🤖 AI Summary
Medical multimodal large language models (MLLMs) possess high intellectual property value due to data scarcity and stringent privacy constraints, yet remain vulnerable to black-box model stealing—particularly for complex tasks like radiology report generation, where existing classification-oriented attacks fail to generalize.
Method: We propose ADA-STEAL, the first black-box stealing framework tailored for radiology report generation MLLMs. It enables cross-domain functional replication without any medical data by leveraging publicly available natural images, adversarial domain alignment (ADA), black-box queries, cross-modal feature transfer, and adversarial noise injection.

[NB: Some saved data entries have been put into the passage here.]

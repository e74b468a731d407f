import { EntitySchema } from 'typeorm';
import { col } from '../lib/entity-columns.js';

/** A performance qualification test of one welder and its examination, as the server evaluated it. */
export interface CouponRow {
  id: string;
  organizationId: string;
  welderId: string;
  shopId: string;
  procedureId: string;
  testedOn: string;
  code: string;
  process: string;
  coupon: object;
  pipe: object | null;
  pNumbers: string[];
  examiner: object;
  labReportNumber: string;
  visual: string;
  examination: object;
  result: string;
  reasons: object;
  criteriaId: string | null;
  /** An in-house criteria set applied in addition to the code's. */
  additionalCriteriaId: string | null;
  /** The stored evaluation (couponEvaluationSchema); null for coupons recorded before rules 2.0.0. */
  evaluation: object | null;
  rulesVersion: string;
  /** The failed coupon this one retests (QW-321, AWS D1.1 retest, API 1104 retest), or null. */
  retestOfId: string | null;
  notes: string;
  /** Optimistic-lock version: an edit from a stale version gets 409. */
  version: number;
  recordedBy: string | null;
  createdAt: Date;
  updatedAt: Date;
}

export const CouponEntity = new EntitySchema<CouponRow>({
  name: 'Coupon',
  tableName: 'coupons',
  columns: {
    id: col.id(),
    organizationId: col.uuid('organization_id'),
    welderId: col.uuid('welder_id'),
    shopId: col.uuid('shop_id'),
    procedureId: col.uuid('procedure_id'),
    testedOn: { type: 'date', name: 'tested_on' },
    code: col.text('code'),
    process: col.text('process'),
    coupon: { type: 'jsonb', name: 'coupon' },
    pipe: col.jsonb('pipe'),
    pNumbers: { type: 'text', name: 'p_numbers', array: true },
    examiner: { type: 'jsonb', name: 'examiner' },
    labReportNumber: col.text('lab_report_number'),
    visual: col.text('visual'),
    examination: { type: 'jsonb', name: 'examination' },
    result: col.text('result'),
    reasons: { type: 'jsonb', name: 'reasons' },
    criteriaId: col.text('criteria_id', true),
    additionalCriteriaId: col.text('additional_criteria_id', true),
    evaluation: col.jsonb('evaluation'),
    rulesVersion: col.text('rules_version'),
    retestOfId: col.uuid('retest_of_id', true),
    notes: col.text('notes'),
    version: col.int('version'),
    recordedBy: col.uuid('recorded_by', true),
    createdAt: col.createdAt(),
    updatedAt: col.at('updated_at'),
  },
});

/** Which uploads a coupon refers to: the key to who may download them. */
export const CouponUploadEntity = new EntitySchema<{ couponId: string; uploadId: string }>({
  name: 'CouponUpload',
  tableName: 'coupon_uploads',
  columns: {
    couponId: { type: 'uuid', name: 'coupon_id', primary: true },
    uploadId: { type: 'uuid', name: 'upload_id', primary: true },
  },
});
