// Weld log (foreman, QA manager): the production welds of one job at a time. The welds already logged are
// listed with each welder's check; new welds are typed as rows — stamps typed or picked, joint details
// copied from the row above or from the WPS, any column filled down — each welder checked live against
// their qualifications, and each weld checked again by the server when saved (flagged, never refused).
// The QA manager sees the welds waiting for a disposition above the job.
import { processes, weldJointWords, weldLayerNames, type Weld, type WeldWelder } from '@beadroll/rules';
import { useQuery } from '@tanstack/react-query';
import { useEffect, useMemo, useState } from 'react';
import { Link, useBlocker, useSearchParams } from 'react-router-dom';
import { Button } from '@/components/ui/button';
import { ConfirmDialog } from '@/components/ui/dialog';
import { FormError, SelectField, TextField } from '@/components/ui/field';
import { AlertIcon, CheckCircleIcon, PlusIcon } from '@/components/ui/icons';
import { PageHeader } from '@/components/ui/page-header';
import { RequireRole } from '@/components/ui/require-role';
import { SafetyNotice } from '@/components/ui/safety-notice';
import { EmptyState, ErrorState, LoadingState } from '@/components/ui/states';
import { paths } from '@/config/paths';
import { procedureQueries } from '@/features/procedures/api/procedure-queries';
import { shopQueries } from '@/features/shops/api/shop-queries';
import { useCreateWeld } from '@/features/welds/api/create-weld';
import { weldQueries } from '@/features/welds/api/weld-queries';
import { WeldCheckChip } from '@/features/welds/components/weld-check';
import {
  bodyOf,
  fillDown,
  fromProcedure,
  liveCheck,
  rowAfter,
  type RowProblems,
  type WeldField,
  type WeldRowDraft,
} from '@/features/welds/model/weld-draft';
import { isApiError } from '@/lib/api-client';
import { useUser } from '@/lib/auth';
import { companyToday } from '@/lib/company-day';

export default function WeldLogRoute() {
  return (
    <RequireRole roles={['qa_manager', 'foreman']} title="Weld log" message="The weld log is kept by foremen and the QA manager.">
      <WeldLogScreen />
    </RequireRole>
  );
}
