describe('aws-d1.1', () => {
  it('from memory: AWS D1.1 4.9.3.3 (2015) — single discontinuity 1/8 in (3 mm): at accepts, over rejects', () => {
    expect(result('aws-d1.1', [surface(0.125)])).toBe('accept');
    expect(result('aws-d1.1', [surface(0.1251)])).toBe('reject');
    expect(result('aws-d1.1', [surface(3, 'mm')])).toBe('accept');
    expect(result('aws-d1.1', [surface(3.01, 'mm')])).toBe('reject');
  });

  it('from memory: AWS D1.1 4.9.3.3 (2015) — sum of those over 1/32 in up to 3/8 in: exactly 3/8 accepts, just over rejects', () => {
    expect(result('aws-d1.1', [surface(0.125), surface(0.125), surface(0.125)])).toBe('accept');
    expect(result('aws-d1.1', [surface(0.125), surface(0.125), surface(0.125), surface(0.04)])).toBe(
      'reject',
    );
    expect(result('aws-d1.1', [surface(0.125), surface(0.125), surface(0.124)])).toBe('accept');
  });

  it('from memory: AWS D1.1 4.9.3.3 (2015) — discontinuities of 1/32 in or less are not counted', () => {
    expect(result('aws-d1.1', [surface(0.125), surface(0.125), surface(0.125), surface(1 / 32)])).toBe(
      'accept',
    );
    expect(result('aws-d1.1', [surface(0.125), surface(0.125), surface(0.125), surface(0.0313)])).toBe(
      'reject',
    );
  });

  it('from memory: AWS D1.1 4.9.3.3 (2015) — in mm: counted over 1 mm, sum at most 10 mm', () => {
    expect(result('aws-d1.1', [surface(3, 'mm'), surface(3, 'mm'), surface(3, 'mm'), surface(1, 'mm')])).toBe(
      'accept',
    );
    expect(
      result('aws-d1.1', [surface(3, 'mm'), surface(3, 'mm'), surface(3, 'mm'), surface(1.1, 'mm')]),
    ).toBe('reject');
  });

  it('from memory: AWS D1.1 4.9.3.3 (2015) — corner crack up to 1/4 in accepts; over 1/4 in calls for a replacement specimen', () => {
    expect(result('aws-d1.1', [corner(0.25)])).toBe('accept');
    expect(result('aws-d1.1', [corner(0.249)])).toBe('accept');
    expect(result('aws-d1.1', [corner(0.251)])).toBe('replace-specimen');
    expect(result('aws-d1.1', [corner(6, 'mm')])).toBe('accept');
    expect(result('aws-d1.1', [corner(6.1, 'mm')])).toBe('replace-specimen');
  });

  it('from memory: AWS D1.1 4.9.3.3 (2015) — a corner crack from visible slag is held to 1/8 in', () => {
    expect(result('aws-d1.1', [corner(0.2, 'in', { type: 'slag' })])).toBe('reject');
    expect(result('aws-d1.1', [corner(0.125, 'in', { fusionRelated: true })])).toBe('accept');
  });

  it('explains a replacement with the clause and the sizes', () => {
    const r = judge('aws-d1.1', [corner(0.3, 'in', { type: 'crack' })]);
    expect(r.specimens[0]?.reasons[0]?.clause).toBe(criteriaSets['aws-d1.1'].clause);
    expect(r.specimens[0]?.reasons[0]?.message).toMatch(
      /replacement from the same coupon \(measured 0.3 in, allowed up to 1\/4 in\)/,
    );
  });

  it('from memory: AWS D1.1 4.9.3.3 (2015) — a sum over the limit says what was added up', () => {
    const r = judge('aws-d1.1', [surface(0.125), surface(0.125), surface(0.125), surface(0.0625)]);
    expect(r.specimens[0]?.reasons[0]?.message).toBe(
      'The 4 counted discontinuities (counting those over 1/32 in) add up to more than allowed on one specimen (measured 7/16 in in all, allowed 3/8 in).',
    );
  });

  it('from memory: AWS D1.1 4.9.3.3 (2015) — a test recorded in mm is judged on the 1 mm floor and 10 mm sum', () => {
    // 4 × 2.6 mm = 10.4 mm > 10 mm; 0.9 mm indications are not counted (1 mm floor)
    expect(
      result('aws-d1.1', [surface(2.6, 'mm'), surface(2.6, 'mm'), surface(2.6, 'mm'), surface(2.6, 'mm')]),
    ).toBe('reject');
    expect(
      result('aws-d1.1', [surface(3, 'mm'), surface(3, 'mm'), surface(3, 'mm'), surface(0.9, 'mm')]),
    ).toBe('accept');
  });
});
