// The server's verdict on a coupon, from the same rules package the form uses: the typed sizes are
// read again, the coupon must be one the rules can give ranges for, and the whole examination — visual
// first, then bends (their count and kinds checked against the coupon's code, form, position and
// thickness), radiography or ultrasonics in their place, fillet break and macro-etch, nick-breaks,
// combination layers, retest — is judged by evaluateCoupon given the whole coupon. Pure: no database,
// no clock.
import {
  RulesInputError,
  criteriaSets,
  evaluateCoupon as evaluateWholeCoupon,
  formatLength,
  parseLength,
  pipeDimensions,
  type Coupon,
  type CouponEvaluationInput,
  type CouponResult,
  type couponRecordInput,
  type CriteriaId,
  type CouponEvaluation as StoredEvaluation,
  type EvaluationPart,
  type RecordedExamination,
} from '@beadroll/rules';
import type { z } from 'zod';
import { CODE_NAMES } from '../documents/document-format.js';
import { AppError } from '../lib/errors.js';

export type CouponFields = Omit<z.output<typeof couponRecordInput>, 'welderId'>;
export type Result = 'accept' | 'reject' | 'replace-specimen';
export type Reason = { clause: string; message: string };

type RecordedSpecimen = NonNullable<RecordedExamination['bend']>['specimens'][number];
export type StoredSpecimen = RecordedSpecimen & { result: CouponResult; reasons: Reason[] };

/** The examination as stored: as recorded, each bend specimen with its verdict, and the visual findings. */
export type StoredExamination = Omit<RecordedExamination, 'bend'> & {
  bend?: { specimens: StoredSpecimen[] };
  visualFindings?: CouponFields['visual']['findings'];
};

export type CouponEvaluation = {
  coupon: Coupon;
  examination: StoredExamination;
  result: Result;
  reasons: Reason[];
  criteriaId: CriteriaId | null;
  additionalCriteriaId: CriteriaId | null;
  /** Stored with the coupon: the parts, the code's criteria met and any in-house set applied in addition. */
  evaluation: StoredEvaluation;
  rulesVersion: string;
};

/** A coupon is judged by its code's criteria; an in-house set only in addition (issue 9). */
function checkCriteria(input: CouponFields): void {
  const ex = input.examination;
  const code = input.coupon.code;
  if (ex.criteria !== undefined && ex.criteria !== code)
    throw AppError.validation(
      {
        'examination.criteria': `A ${CODE_NAMES[code]} coupon is judged by the code's own acceptance criteria (${criteriaSets[code].clause}); ${CODE_NAMES[ex.criteria as Coupon['code']] ?? 'shop practice'} criteria can be applied in addition (additionalCriteria), never instead`,
      },
      "The coupon must be judged by its code's acceptance criteria",
    );
}

const prefixed = (prefix: string, fields: Record<string, string>): Record<string, string> =>
  Object.fromEntries(Object.entries(fields).map(([k, v]) => [k ? `${prefix}.${k}` : prefix, v]));

const SAME = 1e-9;

/** Sizes typed on the form, read again; a size the client parsed differently is refused. */
function checkSizes(input: CouponFields, fields: Record<string, string>): void {
  (input.examination.bend?.specimens ?? []).forEach((s, i) =>
    s.discontinuities.forEach((d, j) => {
      const at = `examination.bend.specimens.${i}.discontinuities.${j}`;
      let parsed;
      try {
        parsed = parseLength(d.sizeText);
      } catch (err) {
        if (!(err instanceof RangeError)) throw err;
        fields[`${at}.sizeText`] =
          err instanceof RulesInputError ? (Object.values(err.fields)[0] ?? err.message) : err.message;
        return;
      }
      if (
        parsed.unit !== d.size.unit ||
        Math.abs(parsed.value - d.size.value) > SAME * Math.max(1, parsed.value)
      )
        fields[`${at}.size`] =
          `"${d.sizeText}" reads as ${formatLength(parsed)}, not ${formatLength(d.size)}`;
    }),
  );
}

function withPipe(input: CouponFields, fields: Record<string, string>): Coupon {
  const coupon = { ...input.coupon };
  if (!input.pipe) return coupon;
  if (coupon.form !== 'pipe') {
    fields.pipe = 'A pipe size was given for a plate coupon';
    return coupon;
  }
  try {
    const d = pipeDimensions(input.pipe.nps, input.pipe.schedule);
    coupon.outsideDiameter ??= d.outsideDiameter;
  } catch (err) {
    if (!(err instanceof RulesInputError)) throw err;
    Object.assign(fields, prefixed('pipe', err.fields));
  }
  return coupon;
}

/** The request field each examination part is recorded under (where a 400 about it points). */
export const PART_FIELDS: Record<EvaluationPart['kind'], string> = {
  visual: 'visual',
  bend: 'examination.bend',
  radiography: 'examination.volumetric',
  ultrasonic: 'examination.volumetric',
  'fillet-break': 'examination.filletBreak',
  'macro-etch': 'examination.macroEtch',
  'nick-break': 'examination.nickBreak',
  combination: 'examination.layers',
  retest: 'examination.retest',
};

/** A rules error's field, as the request names it ('bend.specimens.0…' → 'examination.bend.specimens.0…'). */
const requestField = (k: string): string =>
  k === '' ? 'examination' : /^(coupon|visual)(\.|$)/.test(k) ? k : `examination.${k}`;

/** The input of the rules' evaluateCoupon: the whole coupon and every part of its examination. */
export function evaluationInput(coupon: Coupon, input: CouponFields): CouponEvaluationInput {
  const ex = input.examination;
  const { reportUploadId: _r, ...volumetric } = ex.volumetric ?? { reportUploadId: null };
  return {
    coupon,
    visual: input.visual,
    ...(ex.additionalCriteria && ex.additionalCriteria !== coupon.code
      ? { additionalCriteria: ex.additionalCriteria }
      : {}),
    ...(ex.bend
      ? {
          bend: {
            specimens: ex.bend.specimens.map((s) => ({
              ...(s.label ? { id: s.label } : {}),
              kind: s.kind,
              discontinuities: s.discontinuities.map((d) => ({
                size: d.size,
                location: d.location,
                fusionRelated: d.fusionRelated,
                ...(d.type ? { type: d.type } : {}),
              })),
            })),
          },
        }
      : {}),
    ...(ex.volumetric ? { volumetric: volumetric as NonNullable<CouponEvaluationInput['volumetric']> } : {}),
    ...(ex.filletBreak ? { filletBreak: ex.filletBreak } : {}),
    ...(ex.macroEtch ? { macroEtch: ex.macroEtch } : {}),
    ...(ex.nickBreak ? { nickBreak: ex.nickBreak } : {}),
    ...(ex.layers ? { layers: ex.layers } : {}),
    ...(ex.retest ? { retest: ex.retest } : {}),
  };
}

const RESULT_WORDS: Record<CouponResult, string> = {
  accept: 'Accept',
  reject: 'Reject',
  'replace-specimen': 'Replace specimen',
  incomplete: 'Incomplete',
};

/** Evaluates a coupon as recorded; throws AppError 400 with the fields at fault. */
export function evaluateCoupon(input: CouponFields): CouponEvaluation {
  const fields: Record<string, string> = {};
  const coupon = withPipe(input, fields);
  checkSizes(input, fields);
  if (Object.keys(fields).length > 0) throw AppError.validation(fields);
  checkCriteria(input);

  let evaluation: StoredEvaluation;
  try {
    evaluation = evaluateWholeCoupon(evaluationInput(coupon, input));
  } catch (err) {
    if (err instanceof RulesInputError) {
      const out: Record<string, string> = {};
      for (const [k, v] of Object.entries(err.fields)) out[requestField(k)] ??= v;
      throw AppError.validation(out, err.message);
    }
    throw err;
  }

  // The examination the code calls for is not all there (a short or mixed bend set, a missing nick-break,
  // radiography where the code forbids it…): never saved as a verdict, each missing part named.
  if (evaluation.result === 'incomplete') {
    const missing: Record<string, string> = {};
    for (const part of evaluation.parts)
      if (part.result === 'incomplete')
        missing[PART_FIELDS[part.kind]] ??= part.reasons.map((r) => `${r.message} (${r.clause})`).join(' ');
    throw AppError.validation(missing, 'The examination the code calls for is incomplete');
  }
  const result: Result = evaluation.result;

  if (input.claimedResult && input.claimedResult !== result) {
    const first = evaluation.reasons[0];
    throw AppError.validation(
      {
        claimedResult: `The evaluation gives ${RESULT_WORDS[result]}, not ${RESULT_WORDS[input.claimedResult]}: ${
          first ? `${first.message} (${first.clause})` : 'every part of the examination meets the criteria'
        }`,
      },
      'The recorded verdict disagrees with the evaluation',
    );
  }

  const ex = input.examination;
  const bendItems = evaluation.parts.find((x) => x.kind === 'bend')?.items ?? [];
  const { bend: _bend, ...rest } = ex;
  const examination: StoredExamination = {
    ...rest,
    criteria: coupon.code,
    ...(ex.bend
      ? {
          bend: {
            specimens: ex.bend.specimens.map((s, i) => ({
              ...s,
              photoUploadId: s.photoUploadId ?? null,
              result: bendItems[i]?.result ?? 'accept',
              reasons: bendItems[i]?.reasons ?? [],
            })),
          },
        }
      : {}),
    ...(input.visual.findings?.length ? { visualFindings: input.visual.findings } : {}),
  };
  const additional = evaluation.additionalCriteria?.id;
  return {
    coupon,
    examination,
    result,
    reasons: evaluation.reasons,
    criteriaId: ex.bend ? coupon.code : null,
    additionalCriteriaId:
      additional && additional in criteriaSets ? (additional as CriteriaId) : null,
    evaluation,
    rulesVersion: evaluation.rulesVersion,
  };
}

/** The uploads a coupon refers to, each with the field that names it. */
export function attachmentRefs(input: CouponFields): Array<{ field: string; id: string }> {
  const ex = input.examination;
  return [
    ...(ex.bend?.specimens ?? []).flatMap((s, i) =>
      s.photoUploadId ? [{ field: `examination.bend.specimens.${i}.photoUploadId`, id: s.photoUploadId }] : [],
    ),
    ...(ex.volumetric?.reportUploadId
      ? [{ field: 'examination.volumetric.reportUploadId', id: ex.volumetric.reportUploadId }]
      : []),
  ];
}

/** Why a WPS cannot back this coupon, or null when it can. */
export function procedureProblem(
  p: { number: string; revision: string; code: string; processes: string[]; status: string },
  coupon: { code: Coupon['code']; process: string },
  layers: ReadonlyArray<{ process: string }> = [],
): string | null {
  const name = `WPS ${p.number} rev ${p.revision}`;
  if (p.status !== 'active') return `${name} is superseded`;
  if (p.code !== coupon.code)
    return `${name} is for ${CODE_NAMES[p.code as Coupon['code']] ?? p.code}, not ${CODE_NAMES[coupon.code]}`;
  // a combination coupon is welded to one WPS that covers every process in it (QW-306)
  const missing = [coupon.process, ...layers.map((l) => l.process)].filter((x, i, all) => !p.processes.includes(x) && all.indexOf(x) === i);
  if (missing.length > 0) return `${name} does not cover ${missing.join(' and ')}`;
  return null;
}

Contribution/Results: Extensive experiments on IU X-RAY and MIMIC-CXR demonstrate that stolen models achieve radiology report quality nearly comparable to the original, effectively circumventing the medical data dependency bottleneck. ADA-STEAL establishes a novel paradigm for security evaluation of medical MLLMs, advancing both threat modeling and defense-aware development.
📝 Abstract
Medical multimodal large language models (MLLMs) are becoming an instrumental part of healthcare systems, assisting medical personnel with decision making and results analysis. Models for radiology report generation are able to interpret medical imagery, thus reducing the workload of radiologists. As medical data is scarce and protected by privacy regulations, medical MLLMs represent valuable intellectual property. However, these assets are potentially vulnerable to model stealing, where attackers aim to replicate their functionality via black-box access. So far, model stealing for the medical domain has focused on classification; however, existing attacks are not effective against MLLMs. In this paper, we introduce Adversarial Domain Alignment (ADA-STEAL), the first stealing attack against medical MLLMs. ADA-STEAL relies on natural images, which are public and widely available, as opposed to their medical counterparts. We show that data augmentation with adversarial noise is sufficient to overcome the data distribution gap between natural images and the domain-specific distribution of the victim MLLM. Experiments on the IU X-RAY and MIMIC-CXR radiology datasets demonstrate that Adversarial Domain Alignment enables attackers to steal the medical MLLM without any access to medical data.